You should also be aware that tax leakage can have an impact on your returns. Some providers have low fees, but they are also “leaking” money because they haven’t been set up in the most tax efficient way. This is pretty complex but it’s important to note that BNZ holds all its KiwiSaver and YouWealth investment assets in New Zealand so avoids this tax leakage that affects many other low fee providers.
It’s easy to forget about investment fees – after all, they’re built into the unit price of your investment, so get paid without you even seeing the amount. But they’re one of the most important factors in determining the success of your investment approach. That’s why we have such a relentless focus on delivering low cost, high-quality options for our customers.

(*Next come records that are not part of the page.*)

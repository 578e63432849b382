import { AppError } from '../../errors.js'

export interface Described {
  sku: string
  binCode: string
  lotCode: string | null
}

const where = (d: Described) => `${d.sku} in bin ${d.binCode}${d.lotCode ? ` (lot ${d.lotCode})` : ''}`

export function notEnoughOnHand(d: Described, onHand: number, wanted: number): AppError {
  return AppError.conflict(`Only ${onHand} of ${where(d)} on hand; ${wanted} cannot be taken.`, 'insufficient_stock')
}

export function notEnoughAvailable(d: Described, onHand: number, reserved: number, wanted: number): AppError {
  const available = onHand - reserved
  return AppError.conflict(
    `Only ${available} of ${where(d)} available (${onHand} on hand, ${reserved} reserved for pick lists); ${wanted} cannot be taken.`,
    'insufficient_stock',
  )
}
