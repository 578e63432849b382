// One shell for every form dialog: only src/components/base/FormDialog.vue may use the component library's
// dialog. A dialog written out by hand again (its own title, footer buttons, busy flag and close handling)
// would miss what the shell guarantees: Escape and Cancel held while busy, the focus handed back to the
// opener, a second confirm ignored while the first is at work, and the problem announced inside the dialog.
// source: WAI-ARIA Authoring Practices 1.2, "Dialog (Modal) Pattern" (Tab stays inside, Escape closes, focus
// returns to the invoking element); WCAG 2.2 SC 2.4.3 Focus Order and SC 4.1.3 Status Messages.
import { describe, expect, it } from 'vitest'

// Every component, view and script of the client as text (Vite's glob import, which the unit tests run under).
const SOURCES = import.meta.glob<string>(['../../../src/**/*.vue', '../../../src/**/*.ts'], { query: '?raw', import: 'default', eager: true })
const THE_SHELL = 'src/components/base/FormDialog.vue'

/**
 * Files allowed to use the library's dialog directly, each with its reason. Empty: every dialog that asks for
 * something goes through the shell (a drawer, el-drawer, is not a dialog that asks and is not checked here).
 */
const ALLOWED: Record<string, string> = {}

/** Where a file uses the library's dialog: the tag in a template (either spelling) or the component imported. */
export function dialogUses(text: string): string[] {
  const found: string[] = []
  for (const m of text.matchAll(/<(el-dialog|ElDialog)[\s>/]/g)) found.push(m[0].trim())
  for (const m of text.matchAll(/import\s*\{[^}]*\bElDialog\b[^}]*\}\s*from\s*['"]element-plus/g)) found.push(m[0].replace(/\s+/g, ' '))
  for (const m of text.matchAll(/resolveComponent\(\s*['"](el-dialog|ElDialog)['"]/g)) found.push(m[0])
  return found
}

const files = Object.entries(SOURCES).map(([p, text]) => ({ file: p.replace(/^(\.\.\/)+/, ''), text }))

describe('one form-dialog shell', () => {
  it('reads the client and finds the shell itself using the dialog', () => {
    expect(files.length).toBeGreaterThan(100)
    const shell = files.find((f) => f.file === THE_SHELL)
    expect(shell, THE_SHELL).toBeDefined()
    expect(dialogUses(shell!.text).length).toBeGreaterThan(0)
  })

  it('finds each way of writing the dialog (checks the check)', () => {
    // common practice: Vue templates accept kebab-case and PascalCase tags; a script may import the component
    expect(dialogUses('<el-dialog v-model="open" title="x">')).toHaveLength(1)
    expect(dialogUses('<ElDialog\n  v-model="open">')).toHaveLength(1)
    expect(dialogUses("import { ElDialog, ElButton } from 'element-plus'")).toHaveLength(1)
    expect(dialogUses('<el-drawer v-model="open"><FormDialog v-model:open="x" /></el-drawer>')).toHaveLength(0)
  })

  it('no other component or view uses the library’s dialog', () => {
    const offenders = files
      .filter((f) => f.file !== THE_SHELL && !(f.file in ALLOWED))
      .flatMap((f) => dialogUses(f.text).map((use) => `${f.file}: ${use}`))
    expect(offenders, 'use src/components/base/FormDialog.vue (see DEVELOPERS.md, "Adding a form dialog")').toEqual([])
  })

  it('lists no file that no longer needs it', () => {
    for (const file of Object.keys(ALLOWED)) {
      const f = files.find((x) => x.file === file)
      expect(f && dialogUses(f.text).length, file).toBeGreaterThan(0)
    }
  })
})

1. The calculation here is for illustration only to show the impact of lower fees on account balance at retirement and is based on several assumptions and estimates. These financial results are therefore unlikely to reflect an actual balance at retirement. For example, actual investment returns are likely to move up and down due to investment and other risks. Returns may be negative over some time periods.
2. The growth fund used for the purposes of this example is assumed to have an investment return of 5.1% each year. The investment returns used to calculate this reflect our estimates of how investment markets may perform over the long term.The actual investment returns for the BNZ KiwiSaver Scheme funds are not known in advance and will be different to those used in this calculation.
3. In addition to the assumptions outlined above and in the article, the following assumptions apply:
a. We’ve calculated a deduction for Employer’s Superannuation Contribution Tax (ESCT) using the rate applicable to the annual income. We assume the income bands for ESCT will adjust each year in line with salary inflation, so this ESCT Rate is applied to all Employer Contributions.
b. To allow for salary inflation, salary is assumed to increase by 3% each year.
c. Employee and employer contributions continue at the given rate until age 65.
d. Government Contribution rules are assumed to continue in their current form until age 65.
e. All regular cash flows (such as contributions into KiwiSaver) are annualised and occur half way through the year.
f. Assumed rate of inflation is 2% per annum.
g. Buy Sell spreads are not applied to the calculation.
BNZ KiwiSaver Scheme Default Fund
*No money is currently being sought for the BNZ KiwiSaver Scheme Default Fund, and it will not be available for investment before 1 December 2021. Any offer for the Default Fund will be made in accordance with the requirements of the Financial Markets Conduct Act 2013.
The information and recommendations in this article are the personal views of the author and do not necessarily represent the views of BNZ, or its related entities.
This article is solely for information purposes and is not intended to be financial advice. If you need help, please contact BNZ or your financial adviser. Neither BNZ nor any person involved in this article accepts any liability for any direct or indirect loss or damage arising out of the use of, or reliance on, all or any part of the content.
BNZ Investment Services Limited, a wholly owned subsidiary of BNZ, is the Issuer and Manager of both the BNZ KiwiSaver Scheme and YouWealth. A copy of the relevant Product Disclosure Statement is available on bnz.co.nz or pick up a copy from any BNZ branch.
Investments in either the BNZ KiwiSaver Scheme or YouWealth are not bank deposits or other liabilities of Bank of New Zealand (BNZ) or any other member of the National Australia Bank Limited group. They are subject to investment risk, possible delays in repayment, possible loss of income and possible loss of principal invested. No person (including the New Zealand Government) guarantees (either fully or in part) the performance or returns of the BNZ KiwiSaver Scheme or YouWealth, including the repayment of capital.